Musically, this version expressed serenity, but lacked conviction. Dylan, who now thought he had the entire album ready to go, asked that a tape be recorded for him so he could assess the results. But upon listening to it, he was not satisfied with “Desolation Row.” He wanted to redo it. So Bob Johnston assumed the responsibility of reserving a new studio date. He invited Charlie McCoy to the sessions because he admired the extraordinary Nashville musician. He happened to be in New York for the World’s Fair. Bob Johnston said, “I thought Charlie McCoy was one of the major talents of the world, but nobody knew it.” Dylan proposed he participate in the final session scheduled for August 4. “They just told me to go out and pick up a guitar and play what I felt like playing. I finished and I went in and asked Dylan if it suited him. And he said, ‘Yeah, that’s fine’… We just did one song. The only one I played was eleven minutes long… We just did two takes and… [I] left.”45

It was odd that McCoy only mentioned two takes, since seven were recorded on that day. Who was playing on the five others? We don’t know. The studio sheets refer to two false starts, one interrupted take, and two complete takes. Whatever happened, the Nashville guitar player performed a great Spanish-style improvisation on acoustic steel guitar. The playing was inspired and alternated solos and rhythm parts during the harmonica parts. Some people thought Bruce Langhorne played guitar, but his phrasing was totally different. It was McCoy who played.

The second musician was most likely bass player Russ Savakus. Although Mike Bloomfield’s presence was never confirmed in this song, he said he felt nervous at the beginning of the session because it was supposedly the first time he played an electric bass (Clinton Heylin stated that Bloomfield performed on “Like a Rolling Stone”). This great musician had crossed the path of Chet Baker and some big names of the folk scene, such as Joan Baez and Peter, Paul and Mary.
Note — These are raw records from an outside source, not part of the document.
import "server-only";
import { eq } from "drizzle-orm";
import { certificates, jobs, payments, radioSets, user } from "@/db/schema";
import type { TxContext } from "@/db/transaction";
import { jobNumber } from "@/lib/engine/jobs/states";
import { formatMinor } from "@/lib/engine/pricing/money";
import { env } from "../env";
import { queueEmail } from "../mail";
import { getShop } from "./shop";

// The e-mails that tell a person an irreversible act was done to them, queued in the act's own transaction.

const portalJob = (jobId: string) => `${env().APP_URL.replace(/\/$/, "")}/portal/jobs/${jobId}`;

export async function queueStaffAccessNotice(ctx: TxContext, { userId, active }: { userId: string; active: boolean }): Promise<void> {
  const [person] = await ctx.tx.select({ name: user.name, email: user.email }).from(user).where(eq(user.id, userId));
  if (!person) return;
  const heading = active ? "Your workshop access is back" : "Your workshop access was turned off";
  await queueEmail(ctx, {
    to: person.email,
    template: "account-notice",
    props: {
      name: person.name,
      subject: heading,
      heading,
      paragraphs: active
        ? ["The shop owner reactivated your Bandedge account. You can sign in to the bench again with your password."]
        : [
            "The shop owner deactivated your Bandedge account. You were signed out everywhere and cannot sign in until the owner reactivates it.",
            "Your past work (readings, notes and certificates) stays on record.",
          ],
    },
    dedupeKey: `staff-access:${userId}:${active ? "on" : "off"}:${Date.now()}`,
  });
}

export async function queueRefundNotice(
  ctx: TxContext,
  {
    paymentId,
    refundId,
    amountMinor,
    kind = "return",
  }: { paymentId: string; refundId: string; amountMinor: number; kind?: "return" | "reduction" },
): Promise<void> {
  const [row] = await ctx.tx
    .select({ jobId: jobs.id, number: jobs.number, maker: radioSets.maker, model: radioSets.model, name: user.name, email: user.email })
    .from(payments)
    .innerJoin(jobs, eq(jobs.id, payments.jobId))
    .innerJoin(radioSets, eq(radioSets.id, jobs.setId))
    .innerJoin(user, eq(user.id, jobs.customerId))
    .where(eq(payments.id, paymentId));
  if (!row) return;
  const { exponent, code } = (await getShop()).policy.currency;
  const amount = `${code} ${formatMinor(amountMinor, exponent)}`;
  await queueEmail(ctx, {
    to: row.email,
    template: "account-notice",
    props: {
      name: row.name,
      subject: `Refund of ${amount} for ${jobNumber(row.number)}`,
      heading: `A refund of ${amount} is on its way`,
      paragraphs: [
        `The shop is refunding ${amount} of your payment for the ${row.maker} ${row.model} (${jobNumber(row.number)}) to the card you paid with.`,
        ...(kind === "reduction"
          ? [`The shop has lowered the price of ${jobNumber(row.number)} by ${amount}: it is not to be paid again.`]
          : []),
        "Your bank shows it once the payment processor completes it, usually within a few working days.",
      ],
      url: portalJob(row.jobId),
      linkLabel: "See my job",
    },
    dedupeKey: `refund-notice:${refundId}`,
  });
}

export async function queueRevocationNotice(ctx: TxContext, { certificateId, reason }: { certificateId: string; reason: string }) {
  const [row] = await ctx.tx
    .select({ code: certificates.code, jobId: jobs.id, maker: radioSets.maker, model: radioSets.model, name: user.name, email: user.email })
    .from(certificates)
    .innerJoin(jobs, eq(jobs.id, certificates.jobId))
    .innerJoin(radioSets, eq(radioSets.id, jobs.setId))
    .innerJoin(user, eq(user.id, certificates.customerId))
    .where(eq(certificates.id, certificateId));
  if (!row) return;
  await queueEmail(ctx, {
    to: row.email,
    template: "account-notice",
    props: {
      name: row.name,
      subject: `Warranty certificate ${row.code} was revoked`,
      heading: "Your warranty certificate was revoked",
      paragraphs: [
        `The shop revoked certificate ${row.code} for your ${row.maker} ${row.model}. Reason given: ${reason}`,
        "The public verification page now shows it as revoked. If a corrected certificate is issued, you will receive it by e-mail.",
      ],
      url: portalJob(row.jobId),
      linkLabel: "See my job",
    },
    dedupeKey: `revoke-notice:${certificateId}`,
  });
}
As for Dylan, he accompanied himself on his Gibson Nick Lucas and repeated constantly the same three chords during the eleven minutes. Except for two harmonica parts in E, he managed to sing the longest text he had ever written so far while maintaining remarkable intensity. “Songs shouldn’t seem long, y’know,” he said in 1965, “it just so happens that it looks that way on paper.”20 The final results came from the arrangements of the last two takes (6 and 7). But when you listen to it, it is hard to find the point where they join. Maybe it is at 0:24 before the word town in the line “The circus is in town.” “Desolation Row” was the only song on the record to end without a fade.

Bob Dylan sang “Desolation Row” onstage on August 28, 1965, at the Forest Hills Tennis Stadium in New York. There are two live versions: the one from MTV Unplugged (1995) and the other from the Manchester concert on May 17, 1966 (on The Bootleg Series Volume 4).